= The Landscape and Biodiversity Research Group =

The Landscape and Biodiversity Research Group (LBRG) in the School of Science and Technology at The University of Northampton carries out fundamental and applied research in the area of landscape ecology and its relationship to biodiversity and the ecology of species interactions. Research is mainly focussed on the effects of habitat modification and fragmentation on species' autecologies, seed dispersal, pollinator behaviour and plant reproductive success, and species richness. Research involves species- and community-level studies of ecology and conservation.

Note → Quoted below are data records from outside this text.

impl Removal {
    /// Parses the entries of one removal, `(key, value, line)`, as written (1-based).
    /// Errors carry the line of the offending entry.
    pub fn parse(
        structure: &Structure,
        levels: &Levels,
        entries: &[(String, i64, Option<usize>)],
        line: Option<usize>,
    ) -> Result<Removal, (Option<usize>, String)> {
        if entries.is_empty() {
            return Err((
                line,
                "a removal names no factor, so it would remove every observation: name the cell, e.g. light = 2 and chamber = 3".into(),
            ));
        }
        let mut at: Vec<(usize, u64)> = Vec::new();
        let mut replicate = None;
        for (key, value, key_line) in entries {
            let key = key.trim();
            let index = |count: u64, what: String| -> Result<u64, (Option<usize>, String)> {
                if *value < 1 {
                    return Err((
                        *key_line,
                        format!(
                            "remove: {key} = {value}: level indices start at 1 (the first {key} is 1)"
                        ),
                    ));
                }
                if *value as u64 > count {
                    return Err((
                        *key_line,
                        format!(
                            "remove: {key} = {value} is beyond the {count} {what}: indices run from 1 to {count}"
                        ),
                    ));
                }
                Ok(*value as u64 - 1)
            };
            if key == "replicate" {
                if replicate.is_some() {
                    return Err((*key_line, "remove: names replicate twice".into()));
                }
                replicate = Some(index(
                    levels.replicates,
                    "replicates in each cell".to_string(),
                )?);
                continue;
            }
            let f = structure.factor_index(key).ok_or_else(|| {
                (
                    *key_line,
                    format!(
                        "remove: \"{key}\" is not a factor (known: {}; or replicate)",
                        structure.known_names()
                    ),
                )
            })?;
            if at.iter().any(|(g, _)| *g == f) {
                return Err((*key_line, format!("remove: names {key} twice")));
            }
            let factor = &structure.factors[f];
            let what = if factor.within == 0 {
                format!("levels of {key}")
            } else {
                let nests: Vec<&str> = structure
                    .factors
                    .iter()
                    .enumerate()
                    .filter(|(j, _)| factor.within & (1 << j) != 0)
                    .map(|(_, g)| g.name.as_str())
                    .collect();
                format!("levels of {key} in each {}", nests.join(" and "))
            };
            at.push((f, index(levels.per_factor[f], what)?));
        }
        at.sort();
        Ok(Removal {
            at,
            replicate,
            line,
        })
    }

    /// Whether the removal covers a cell (by its level tuple), whatever the replicate.
    pub fn covers_cell(&self, cell: &[u64]) -> bool {
        self.at.iter().all(|&(f, i)| cell[f] == i)
    }

    /// `light=2,chamber=3` (1-based, as written).
    pub fn describe(&self, structure: &Structure) -> String {
        let mut parts: Vec<String> = self
            .at
            .iter()
            .map(|&(f, i)| format!("{}={}", structure.factors[f].name, i + 1))
            .collect();
        if let Some(r) = self.replicate {
            parts.push(format!("replicate={}", r + 1));
        }
        parts.join(",")
    }
}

The LBRG currently consists of three permanent academic staff (Dr Jeff Ollerton, Dr Janet Jackson and Dr Duncan McCollin), postdoctoral researchers who are affiliated to the group either directly or as alumni (including Dr Jolyon Alderman, visiting research fellow), and postgraduate research students. In addition, the group has ongoing research collaborations with colleagues at a number of UK and international universities and research centres.

The main research themes of the LBRG are:
- Hedgerow biodiversity
- Landscape fragmentation and modelling
- The ecology, evolution and conservation of plant-pollinator interactions
- Pollinators and landscape structure
- River and floodplain management

Research has been funded by a range of organisations, including: NERC, BBSRC, The Royal Society, The Leverhulme Trust, The British Ecological Society, The Biodiversity Trust, The Royal Entomological Society, South Northamptonshire Council, Friends of the Upper Nene (FUN), The University of Northampton, English Partnerships,
SITA Environmental Trust (in collaboration with the SITA Centre for Sustainable Wastes Management) and the Finnis Scott Foundation.